How to build Big Data competencies
There are two separate topics to consider when it comes to Big Data. One involves finding a solution to an existing problem or challenge. The second has to do with building something new. Matti Vakkuri, Head of Technology, Internet of Things at Tieto, outlines ways in which companies can build their Big Data competencies. He also discusses the aggregation of unstructured and machine IoT data in a manufacturing context.
“If we narrow the discussion to cover only the data drivers of Big Data, we are going in the wrong direction,” says Vakkuri. As an example, in B2B operations in the maritime industry like port optimization or fuel consumption optimization in vessels, data delivers huge benefits for a shipping business. “Less polluting engines – or ones that generate more power from less consumption – could be designed based on data that is collected. This would affect productivity and competitiveness because shipping is a volume business.”
Vakkuri adds that this data needs to be utilized so that all the information isn’t amassed for the sake of it. “You always ought to build something with or on the data. This brings an opportunity for data-driven firms,” he continues. “In nuclear power plants in Finland, there’s a regulation that data has to be stored for a relatively long period. Before Big Data, it was mainly in passive storage only. With Big Data, however, all data can be online. This means that we can do research based on the data that already exists.” Vakkuri points out that this is one of the paradigm shifts – that instead of having inaccessible passive data, we now have available data from which we can build analysis, business, opportunities and innovations.
Amazon is a good example. “The truly remarkable thing about their business is that they see who is checking their products, putting them in their basket but not buying them. Checking but not buying – taking things out of your basket and not proceeding to check out – these send very significant signals. Big Data allows this to be done, but it must be understood that Big Data is also about analytics and machine learning,” continues Vakkuri. The same kind of implementation that is being applied in webstores can be also be used in brick and mortar retails stores using indoor positioning.

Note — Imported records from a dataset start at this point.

def test_the_work_grows_with_the_loads_and_not_with_their_combinations() -> None:
    """A load more costs one way no factorization more: each load alone is a closed form on the network with all of them off."""

    def factorizations(count: int) -> int:
        loads = [{"id": f"lamp_{number}", "watts": 20} for number in range(count)]
        case = told([*dock({"id": "outlet"}), cord(), *boat(*loads)])
        before = solve.COUNTS.factorizations
        plan(case)
        return solve.COUNTS.factorizations - before

    assert factorizations(24) == factorizations(3)


def test_every_key_is_always_there() -> None:
    """Every way of every kind has the same keys, and so have its lists' rows: a reader needs no question."""
    ways = [way for rows, faults in MIXED.values() for way in planned(rows, *faults)]
    assert {tuple(way) for way in ways} == {tuple(ways[0])}
    for key in ("reasons", "cautions", "lines", "panels", "loads_off", "loads_weak", "all_on"):
        assert len({tuple(row) for way in ways for row in way[key]}) <= 1


def test_every_rule_has_its_words_and_nothing_is_called_safe() -> None:
    """Every rule that a plan names has words in the text, and neither text nor JSON calls anything safe."""
    for rows, faults in MIXED.values():
        found = plan(told(rows, faults))
        named = {one["rule"] for way in found["ways"] for key in ("reasons", "cautions", "loads_off") for one in way[key]}
        assert named <= RULES.keys()
        assert not re.search(r"\bsafe", plan_text(found) + json.dumps(found), re.IGNORECASE)


def test_a_plan_needs_a_boat() -> None:
    """Without an installation, and without an inlet, it is told what is missing."""
    with pytest.raises(CaseError, match="installation"):
        plan(read_case({"schema": 1}))
    with pytest.raises(CaseError, match="inlet"):
        plan(told(dock({"id": "outlet"})))
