def test_a_sweep_factors_once() -> None:
    """A hundred severities on two ports cost one factorization, one solve, and one adjoint for each probe and each port."""
    solving.COUNTS.factorizations = solving.COUNTS.triangular_solves = 0
    factors = factor(one_boat())
    probes = [probe_residual(factors, "pedestal"), probe_voltage(factors, "b.G", "earth")]
    for place in range(100):
        sweep(factors, probes, [("b.L", "b.G", 10.0 + place), ("b.N", "b.G", 0.01)])
        sweep(factors, probes, [("b.L", "b.G", 1000.0 + place)])
        window_admittance(factors, "pedestal", [("b.N", "b.G", 1.0 + place)])
    assert solving.COUNTS.factorizations == 1
    assert solving.COUNTS.triangular_solves == 1 + 2 + 2


def test_window_sees_a_bond_without_load() -> None:
    """The window of a device sees, with no load at all, the loop that a bond aboard closes: neutral, bond and ground path in series."""
    idle = without_branches(one_boat(), ["heater"])
    factors = factor(idle)
    assert abs(window_admittance(factors, "pedestal")) < 1e-12
    loop = BACK + 2e-3 + parallel(GROUND, 40 + ROD) + 1e-3
    assert window_admittance(factors, "pedestal", [("b.N", "b.G", 2e-3)]) == pytest.approx(1 / loop, rel=1e-9)
    assert window_admittance(factor(with_branches(idle, Branch("bond", "b.N", "b.G", 2e-3, "bond", "x"))), "pedestal") == pytest.approx(
        1 / loop
    )


def test_an_empty_window() -> None:
    """A sensor whose branches are all open has no residual and no admittance."""
    factors = factor(without_branches(one_boat(), ["hot", "back"]))
    assert factors.solution().residual("pedestal") == 0
    assert window_admittance(factors, "pedestal") == 0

Tieto’s Intelligent Building Product Line is another case of effective Big Data usage. “This allows us to establish who is where in our new headquarters at any given moment. As long as I have given my permission, for instance, I can be followed around the office. Knowing where co-workers are at any time helps us to be more collaborative,” shares Vakkuri. Beyond determining where people are, the company is also gathering data to optimize and remodel how space is used in their offices.
A question of ethics
To CIOs and CDOs keen on building Big Data competencies in their respective companies, Vakkuri offers this piece of advice. “The answer is really simple: multi-disciplined people. You need technology guys who possess not just domain competence but also ethics. There must be somebody who is capable of understanding ethical aspects and good manners not based on gut feeling, but rather on an understanding of the logic behind whatever ethics is used.” Ethics, Vakkuri notes, is vital in technologies such as AI and Big Data.
“Another thing is that you need a team of people in which every person is different, and from a different background, but who are able and willing to build things together. Never hire just one person to be a data scientist, but a team made up of individuals with a variety of experiences, ages and educational backgrounds, and who come from diverse cultures.” He believes that the more heterogeneous your team is, the better.
“Never hire just one person to be a data scientist, but a team made up of individuals with a variety of experiences, ages and educational backgrounds, and who come from diverse cultures”
Combining unstructured and machine IoT data
“Let’s start with instruments: Instrument everything. This means – as Twitter co-founder Jack Dorsey once advised – log, measure and test everything. Store everything, store all relevant data,” suggests Vakkuri. “If you install video cameras in your factory, you don’t need to collect the data of the raw image, but more so the metadata of what is in the image, timestamps, location data, etc.”
He would like companies to forget the notion that storing and analyzing data is expensive – they really are not nowadays. “The paradigm has changed so that infrastructure costs are down, so invest in human capital and in people who can analyze the data. But if you want to conduct a comprehensive analysis, you need to combine the data sets together which has never been done before, so be provocative and think outside the box. While you’re at it, forget the box altogether.” He adds that this also depends on how open-minded and competent your employees are, and what types of ideas they propose. “In the end, it’s all about what innovations you can get to with the data.”
On Big Data and machine to machine implementation
As far as Big Data and machine-to-machine (M2M) implementation are concerned, Vakkuri has this to share with manufacturers. “M2M communication needs to be more standardized. This also means using the right tools for the right purposes. How do you know what’s right? Only by building proof of concepts and then testing,” he explains.
Vakkuri likewise recommends establishing a partnership involving the research side – such as universities and similar institutions – within the ecosystem. “Carrying out a research collaboration usually means that your costs will be lower when developing something new and quite often new innovations come from the applied research side.”
Last, data quality and information security are two other points Vakkuri would like to underline when it comes to M2M communication. “Information security needs will be more complex. The more machines and data are connected, the more challenges will arise in terms of information security.”
Matti Vakkuri works as Head of Technology, Internet of Things at Tieto.